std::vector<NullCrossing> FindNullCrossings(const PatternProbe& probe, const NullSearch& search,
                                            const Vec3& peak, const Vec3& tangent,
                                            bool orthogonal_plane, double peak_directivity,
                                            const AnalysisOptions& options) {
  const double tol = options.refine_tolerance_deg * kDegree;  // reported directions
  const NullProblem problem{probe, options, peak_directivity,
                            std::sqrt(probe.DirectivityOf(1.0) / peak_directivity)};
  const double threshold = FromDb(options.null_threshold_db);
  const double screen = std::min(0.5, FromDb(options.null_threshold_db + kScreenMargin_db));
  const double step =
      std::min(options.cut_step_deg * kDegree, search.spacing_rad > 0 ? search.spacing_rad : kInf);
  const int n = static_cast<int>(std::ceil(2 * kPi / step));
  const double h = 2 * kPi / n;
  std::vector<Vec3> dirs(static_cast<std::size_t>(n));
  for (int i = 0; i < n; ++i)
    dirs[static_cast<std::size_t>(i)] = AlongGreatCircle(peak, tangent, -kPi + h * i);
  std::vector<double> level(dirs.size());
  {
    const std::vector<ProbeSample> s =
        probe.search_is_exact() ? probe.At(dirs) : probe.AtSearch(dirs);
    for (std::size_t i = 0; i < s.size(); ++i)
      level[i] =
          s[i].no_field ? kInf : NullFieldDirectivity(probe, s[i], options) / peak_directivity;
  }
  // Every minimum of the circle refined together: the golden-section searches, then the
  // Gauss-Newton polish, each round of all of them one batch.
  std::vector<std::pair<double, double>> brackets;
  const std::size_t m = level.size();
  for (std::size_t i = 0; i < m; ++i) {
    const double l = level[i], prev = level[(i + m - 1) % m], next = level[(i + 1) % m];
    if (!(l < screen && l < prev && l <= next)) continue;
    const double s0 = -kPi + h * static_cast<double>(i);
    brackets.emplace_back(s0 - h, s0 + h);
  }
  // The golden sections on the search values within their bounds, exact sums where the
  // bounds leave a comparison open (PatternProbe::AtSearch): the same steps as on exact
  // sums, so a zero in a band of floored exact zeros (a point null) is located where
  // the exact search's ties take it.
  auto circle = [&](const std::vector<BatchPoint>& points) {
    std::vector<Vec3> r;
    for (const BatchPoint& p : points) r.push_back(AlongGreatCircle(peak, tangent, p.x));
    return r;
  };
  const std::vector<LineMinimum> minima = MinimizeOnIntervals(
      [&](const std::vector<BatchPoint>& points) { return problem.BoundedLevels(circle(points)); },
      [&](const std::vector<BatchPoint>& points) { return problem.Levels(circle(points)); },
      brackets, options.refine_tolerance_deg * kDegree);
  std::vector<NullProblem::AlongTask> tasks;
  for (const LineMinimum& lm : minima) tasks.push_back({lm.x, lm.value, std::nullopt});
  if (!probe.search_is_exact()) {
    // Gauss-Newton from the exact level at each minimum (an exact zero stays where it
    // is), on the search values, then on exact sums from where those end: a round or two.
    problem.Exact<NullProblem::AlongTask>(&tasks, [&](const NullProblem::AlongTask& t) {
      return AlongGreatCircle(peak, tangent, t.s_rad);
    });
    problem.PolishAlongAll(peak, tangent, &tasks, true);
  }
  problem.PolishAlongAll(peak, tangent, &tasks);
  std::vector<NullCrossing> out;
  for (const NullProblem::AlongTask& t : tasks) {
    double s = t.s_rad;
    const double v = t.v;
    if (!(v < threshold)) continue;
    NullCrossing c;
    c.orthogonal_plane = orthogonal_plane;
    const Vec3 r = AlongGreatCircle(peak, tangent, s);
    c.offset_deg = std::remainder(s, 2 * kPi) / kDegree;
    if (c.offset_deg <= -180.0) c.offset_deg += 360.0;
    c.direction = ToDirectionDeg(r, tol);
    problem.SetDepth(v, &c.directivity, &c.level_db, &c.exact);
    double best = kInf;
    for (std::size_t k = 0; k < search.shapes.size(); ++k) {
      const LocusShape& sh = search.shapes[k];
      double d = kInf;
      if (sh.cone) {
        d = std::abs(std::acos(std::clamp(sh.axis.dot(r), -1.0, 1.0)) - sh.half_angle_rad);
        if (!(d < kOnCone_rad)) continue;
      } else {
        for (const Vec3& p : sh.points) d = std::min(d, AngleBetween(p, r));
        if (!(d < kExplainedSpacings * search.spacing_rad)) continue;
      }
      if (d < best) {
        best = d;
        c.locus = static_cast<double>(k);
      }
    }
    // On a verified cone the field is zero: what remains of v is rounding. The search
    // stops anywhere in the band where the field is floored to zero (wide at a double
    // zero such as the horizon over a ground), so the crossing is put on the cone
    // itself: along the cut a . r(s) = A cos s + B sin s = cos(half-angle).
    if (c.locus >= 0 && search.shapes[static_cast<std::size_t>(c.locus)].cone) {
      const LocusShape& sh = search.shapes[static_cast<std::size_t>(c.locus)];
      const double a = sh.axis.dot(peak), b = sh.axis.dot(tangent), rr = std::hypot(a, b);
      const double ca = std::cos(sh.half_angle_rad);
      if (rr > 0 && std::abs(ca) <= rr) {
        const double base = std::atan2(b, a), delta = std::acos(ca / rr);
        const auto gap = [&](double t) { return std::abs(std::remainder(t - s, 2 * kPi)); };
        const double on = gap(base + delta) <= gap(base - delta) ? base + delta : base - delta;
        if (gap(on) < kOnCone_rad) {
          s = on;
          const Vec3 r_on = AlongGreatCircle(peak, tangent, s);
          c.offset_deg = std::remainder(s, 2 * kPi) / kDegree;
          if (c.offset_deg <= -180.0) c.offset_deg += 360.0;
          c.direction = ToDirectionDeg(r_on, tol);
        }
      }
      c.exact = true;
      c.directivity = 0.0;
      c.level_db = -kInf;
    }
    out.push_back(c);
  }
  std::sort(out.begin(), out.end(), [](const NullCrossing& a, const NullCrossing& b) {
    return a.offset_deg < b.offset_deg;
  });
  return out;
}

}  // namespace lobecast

____________________

- Problem requirements
In the listing above, each line with the word "remainder" is to be copied out.

- Exercise response
    c.offset_deg = std::remainder(s, 2 * kPi) / kDegree;
        const auto gap = [&](double t) { return std::abs(std::remainder(t - s, 2 * kPi)); };
          c.offset_deg = std::remainder(s, 2 * kPi) / kDegree;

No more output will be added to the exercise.